**Information supplied**
•••••
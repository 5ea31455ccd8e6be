/**
 * Statements, pure: the lines of a client's period from aggregated ledger usage, costed at the
 * rates in force on each day; the statement CSV and the chargeback journal CSV. No I/O; the
 * server services (src/lib/server/services/billing/) feed it rows from the database.
 *
 * Money stays in integer minor units. Each line's cost is summed exactly (10⁻⁹ minor units) and
 * rounded once, half away from zero; the statement total is the sum of the rounded lines, so
 * the total equals the sum of the invoice items sent for it.
 */
import { formatNumber, formatVolume } from "../format";
import { minorDigits, type Money } from "./money";
import { exactCost, rateInForce, roundMinor, supersedes, toMicro, type PriceList, type Rate, type RateKind, type RateUnit } from "./rates";

/** One project's use of one reagent on one UTC day (the database sums the entries). */
export interface UsageRow {
  projectCode: string;
  projectName: string;
  reagentId: string;
  reagentName: string;
  /** Grade of the stock lot the batch was made from, when known. */
  grade: string | null;
  day: string;
  /** Sums as the database gives them (numbers), or decimal strings; negative in corrections. */
  volume_mL: string | number;
  mass_g: string | number | null;
}

/** Counted things that carry a fee: injections of a run, batches prepared for a project. */
export interface CountRow {
  projectCode: string;
  projectName: string;
  day: string;
  count: number;
}

export interface StatementLine {
  projectCode: string;
  projectName: string;
  kind: RateKind;
  reagentId: string | null;
  /** e.g. "Acetonitrile (HPLC)" or "Injection fee". */
  description: string;
  /** Decimal string: mL, g, batches or injections. */
  quantity: string;
  quantityUnit: "mL" | "g" | "batch" | "injection";
  rateId: number | null;
  /** Price per rate unit, minor units; null when no rate was in force. */
  unitPrice_minor: number | null;
  rateUnit: RateUnit | null;
  rateEffectiveFrom: string | null;
  amount_minor: number;
}

export interface StatementComputation {
  lines: StatementLine[];
  total_minor: number;
  currency: string;
  /** Reagents used in the period with no rate in force on some day: not charged, flagged for review. */
  uncosted: string[];
}

/**
 * The rate for an entry: a grade-specific rate in force wins over the reagent's general rate;
 * otherwise the general rate in force (see `rateInForce`). Fees have no grade.
 */
export function gradeRateInForce(
  rates: readonly Rate[],
  query: { kind: RateKind; reagentId: string | null; grade: string | null; priceList: PriceList; currency: string; day: string },
): Rate | null {
  if (query.grade) {
    let best: Rate | null = null;
    for (const rate of rates) {
      if (rate.kind !== query.kind || rate.reagentId !== query.reagentId || rate.grade !== query.grade) continue;
      if (rate.priceList !== query.priceList || rate.currency !== query.currency || rate.effectiveFrom > query.day) continue;
      if (supersedes(rate, best)) best = rate;
    }
    if (best) return best;
  }
  return rateInForce(rates, {
    kind: query.kind,
    reagentId: query.reagentId,
    priceList: query.priceList,
    currency: query.currency,
    at: query.day,
  });
}

/** 12345600n (10⁻⁶) → "12.3456"; trailing zeros dropped. */
export function microToDecimal(micro: bigint): string {
  const negative = micro < 0n;
  const abs = negative ? -micro : micro;
  const whole = abs / 1_000_000n;
  const fraction = (abs % 1_000_000n).toString().padStart(6, "0").replace(/0+$/, "");
  return `${negative ? "-" : ""}${whole}${fraction ? `.${fraction}` : ""}`;
}

const KIND_ORDER: Record<RateKind, number> = { reagent: 0, preparation_fee: 1, injection_fee: 2 };
const FEE_LABEL = { preparation_fee: "Preparation fee", injection_fee: "Injection fee" } as const;

interface Group {
  line: Omit<StatementLine, "quantity" | "amount_minor">;
  quantity: bigint;
  exact: bigint;
  /** Grades of the lots used, shown on the line ("Acetonitrile, grade HPLC"). */
  grades?: Set<string>;
}

function describe(group: Group): string {
  const grades = [...(group.grades ?? [])].sort();
  if (grades.length === 0) return group.line.description;
  return `${group.line.description}, ${grades.length === 1 ? "grade" : "grades"} ${grades.join(", ")}`;
}

export function buildStatement(input: {
  usage: readonly UsageRow[];
  injections?: readonly CountRow[];
  preparations?: readonly CountRow[];
  rates: readonly Rate[];
  priceList: PriceList;
  currency: string;
}): StatementComputation {
  const groups = new Map<string, Group>();
  const uncosted = new Set<string>();
  const { priceList, currency, rates } = input;

  for (const row of input.usage) {
    const volume = toMicro(row.volume_mL ?? 0);
    const mass = row.mass_g == null ? 0n : toMicro(row.mass_g);
    if (volume === 0n && mass === 0n) continue;
    const rate = gradeRateInForce(rates, {
      kind: "reagent",
      reagentId: row.reagentId,
      grade: row.grade,
      priceList,
      currency,
      day: row.day,
    });
    const byMass = rate ? rate.unit === "g" : mass !== 0n && volume === 0n;
    const quantity = byMass ? mass : volume;
    if (quantity === 0n) continue;
    const cost = rate ? exactCost(byMass ? { mass_g: row.mass_g } : { volume_mL: row.volume_mL }, rate) : null;
    if (cost === null) uncosted.add(row.reagentId);
    // One line per price charged: a grade has its own line only when the grade has its own price.
    const pricedGrade = rate?.grade ?? null;
    const key = ["r", row.projectCode, row.reagentId, pricedGrade ?? "", rate?.id ?? "none"].join("|");
    const group = groups.get(key) ?? {
      line: {
        projectCode: row.projectCode,
        projectName: row.projectName,
        kind: "reagent" as const,
        reagentId: row.reagentId,
        description: row.reagentName,
        quantityUnit: byMass ? ("g" as const) : ("mL" as const),
        rateId: rate?.id ?? null,
        unitPrice_minor: rate?.amount_minor ?? null,
        rateUnit: rate?.unit ?? null,
        rateEffectiveFrom: rate?.effectiveFrom ?? null,
      },
      quantity: 0n,
      exact: 0n,
      grades: new Set<string>(),
    };
    const grade = pricedGrade ?? row.grade;
    if (grade) (group.grades ??= new Set()).add(grade);
    group.quantity += quantity;
    group.exact += cost ?? 0n;
    groups.set(key, group);
  }

  const fees: [Exclude<RateKind, "reagent">, readonly CountRow[] | undefined][] = [
    ["preparation_fee", input.preparations],
    ["injection_fee", input.injections],
  ];
  for (const [kind, rows] of fees) {
    for (const row of rows ?? []) {
      if (!row.count) continue;
      const rate = rateInForce(rates, { kind, priceList, currency, at: row.day });
      // No fee rate, or a zero fee: nothing to charge and nothing to show.
      if (!rate || rate.amount_minor === 0) continue;
      const key = ["f", row.projectCode, kind, rate.id].join("|");
      const group = groups.get(key) ?? {
        line: {
          projectCode: row.projectCode,
          projectName: row.projectName,
          kind,
          reagentId: null,
          description: FEE_LABEL[kind],
          quantityUnit: kind === "preparation_fee" ? ("batch" as const) : ("injection" as const),
          rateId: rate.id,
          unitPrice_minor: rate.amount_minor,
          rateUnit: rate.unit,
          rateEffectiveFrom: rate.effectiveFrom,
        },
        quantity: 0n,
        exact: 0n,
      };
      group.quantity += BigInt(row.count) * 1_000_000n;
      group.exact += BigInt(row.count) * BigInt(rate.amount_minor) * 10n ** 9n;
      groups.set(key, group);
    }
  }

  const lines: StatementLine[] = [...groups.values()]
    .filter((g) => g.quantity !== 0n)
    .map((g) => ({ ...g.line, description: describe(g), quantity: microToDecimal(g.quantity), amount_minor: roundMinor(g.exact) }))
    .sort(
      (a, b) =>
        a.projectCode.localeCompare(b.projectCode) ||
        KIND_ORDER[a.kind] - KIND_ORDER[b.kind] ||
        a.description.localeCompare(b.description) ||
        (a.rateEffectiveFrom ?? "").localeCompare(b.rateEffectiveFrom ?? ""),
    );
  return { lines, total_minor: lines.reduce((sum, line) => sum + line.amount_minor, 0), currency, uncosted: [...uncosted].sort() };
}

/** Why a draft ending on `periodEnd` cannot be issued on `today` (both YYYY-MM-DD), or null when it can. */
export function issueBlocker(periodEnd: string, computation: StatementComputation, today: string): string | null {
  if (periodEnd >= today) return `The period runs until ${periodEnd}; issue it once it has ended.`;
  if (computation.uncosted.length)
    return `No rate in force for ${computation.uncosted.join(", ")} on some days of the period; add a rate first.`;
  if (computation.lines.length === 0 || computation.total_minor === 0) return "Nothing to charge in this period.";
  return null;
}

/** Per-project subtotals, in line order. */
export function projectTotals(lines: readonly StatementLine[]): { projectCode: string; projectName: string; amount_minor: number }[] {
  const totals = new Map<string, { projectCode: string; projectName: string; amount_minor: number }>();
  for (const line of lines) {
    const t = totals.get(line.projectCode) ?? { projectCode: line.projectCode, projectName: line.projectName, amount_minor: 0 };
    t.amount_minor += line.amount_minor;
    totals.set(line.projectCode, t);
  }
  return [...totals.values()];
}

/**
 * Minor units as a plain decimal for files (no symbol, no grouping, "." as separator).
 *
 * @example decimalAmount({ amount: 123456, currency: "EUR" }) // → "1234.56"
 * @example decimalAmount({ amount: -5, currency: "EUR" })     // → "-0.05"
 */
export function decimalAmount(money: Money): string {
  if (!Number.isInteger(money.amount)) throw new RangeError(`Money amounts are integer minor units, got ${money.amount}`);
  const digits = minorDigits(money.currency);
  const negative = money.amount < 0;
  const abs = Math.abs(money.amount);
  if (digits === 0) return `${negative ? "-" : ""}${abs}`;
  const text = String(abs).padStart(digits + 1, "0");
  return `${negative ? "-" : ""}${text.slice(0, -digits)}.${text.slice(-digits)}`;
}

/**
 * Parses a major-unit amount typed by a person ("42", "42.5", "42.50") into minor units, exactly.
 * Null when it is not a plain non-negative decimal with at most the currency's digits.
 */
export function parseMajorAmount(text: string, currency: string): number | null {
  const digits = minorDigits(currency);
  const match = /^(\d{1,9})(?:[.,](\d*))?$/.exec(text.trim());
  if (!match) return null;
  const fraction = match[2] ?? "";
  if (fraction.length > digits) return null;
  return Number(match[1]) * 10 ** digits + Number((fraction + "0".repeat(digits)).slice(0, digits) || "0");
}

/** RFC 4180 field; text that a spreadsheet would run as a formula is prefixed with an apostrophe. */
export function csvField(value: string | number, options: { text?: boolean } = {}): string {
  let text = String(value);
  if (options.text && /^[=+\-@\t\r]/.test(text)) text = `'${text}`;
  return /[",\r\n]/.test(text) ? `"${text.replace(/"/g, '""')}"` : text;
}

const csvRow = (fields: string[]) => `${fields.join(",")}\r\n`;

export interface StatementHeader {
  reference: string;
  clientName: string;
  periodStart: string;
  periodEnd: string;
  currency: string;
}

export const STATEMENT_CSV_COLUMNS = [
  "statement",
  "client",
  "period_start",
  "period_end",
  "project_code",
  "project_name",
  "item",
  "quantity",
  "quantity_unit",
  "unit_price",
  "price_per",
  "amount",
  "currency",
] as const;

/** One row per statement line; amounts as plain decimals in the statement's currency. */
export function statementCsv(header: StatementHeader, lines: readonly StatementLine[]): string {
  let out = csvRow([...STATEMENT_CSV_COLUMNS]);
  for (const line of lines) {
    out += csvRow([
      csvField(header.reference, { text: true }),
      csvField(header.clientName, { text: true }),
      header.periodStart,
      header.periodEnd,
      csvField(line.projectCode, { text: true }),
      csvField(line.projectName, { text: true }),
      csvField(line.description, { text: true }),
      line.quantity,
      line.quantityUnit,
      line.unitPrice_minor === null ? "" : decimalAmount({ amount: line.unitPrice_minor, currency: header.currency }),
      line.rateUnit ?? "",
      decimalAmount({ amount: line.amount_minor, currency: header.currency }),
      header.currency,
    ]);
  }
  return out;
}

export interface JournalStatement extends StatementHeader {
  costCentre: string;
  lines: readonly StatementLine[];
}

export const JOURNAL_CSV_COLUMNS = [
  "cost_centre",
  "project_code",
  "amount",
  "currency",
  "period_start",
  "period_end",
  "reference",
  "description",
] as const;

/** The chargeback journal for the finance office: one row per cost centre and project. */
export function journalCsv(statements: readonly JournalStatement[]): string {
  let out = csvRow([...JOURNAL_CSV_COLUMNS]);
  for (const statement of statements) {
    for (const total of projectTotals(statement.lines)) {
      if (total.amount_minor === 0) continue;
      out += csvRow([
        csvField(statement.costCentre, { text: true }),
        csvField(total.projectCode, { text: true }),
        decimalAmount({ amount: total.amount_minor, currency: statement.currency }),
        statement.currency,
        statement.periodStart,
        statement.periodEnd,
        csvField(statement.reference, { text: true }),
        csvField(`LC core facility chargeback: ${total.projectName}`, { text: true }),
      ]);
    }
  }
  return out;
}

/** "ST-000042": the reference printed on a statement and used in files. */
export const statementReference = (id: number) => `ST-${String(id).padStart(6, "0")}`;

/** First and last UTC day of a month "YYYY-MM". */
export function monthBounds(month: string): { periodStart: string; periodEnd: string } {
  const [y, m] = month.split("-").map(Number) as [number, number];
  const start = new Date(Date.UTC(y, m - 1, 1));
  const end = new Date(Date.UTC(y, m, 0));
  return { periodStart: start.toISOString().slice(0, 10), periodEnd: end.toISOString().slice(0, 10) };
}

/** The day after a UTC day. */
export function nextDay(day: string): string {
  return new Date(Date.parse(`${day}T00:00:00Z`) + 86_400_000).toISOString().slice(0, 10);
}

/** A line's quantity for people: "1.12 L", "2.4 mL", "3.405 g", "222 injections". */
export function quantityLabel(line: Pick<StatementLine, "quantity" | "quantityUnit">): string {
  const q = Number(line.quantity);
  if (line.quantityUnit === "mL") return formatVolume(q);
  if (line.quantityUnit === "g") return `${formatNumber(q, 3)} g`;
  if (line.quantityUnit === "batch") return `${q} ${q === 1 ? "batch" : "batches"}`;
  return `${q} ${q === 1 ? "injection" : "injections"}`;
}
•••••
**What you will do**
Using the records above, report the number of lines that include the string "groups", with nothing added.

**Answer**
6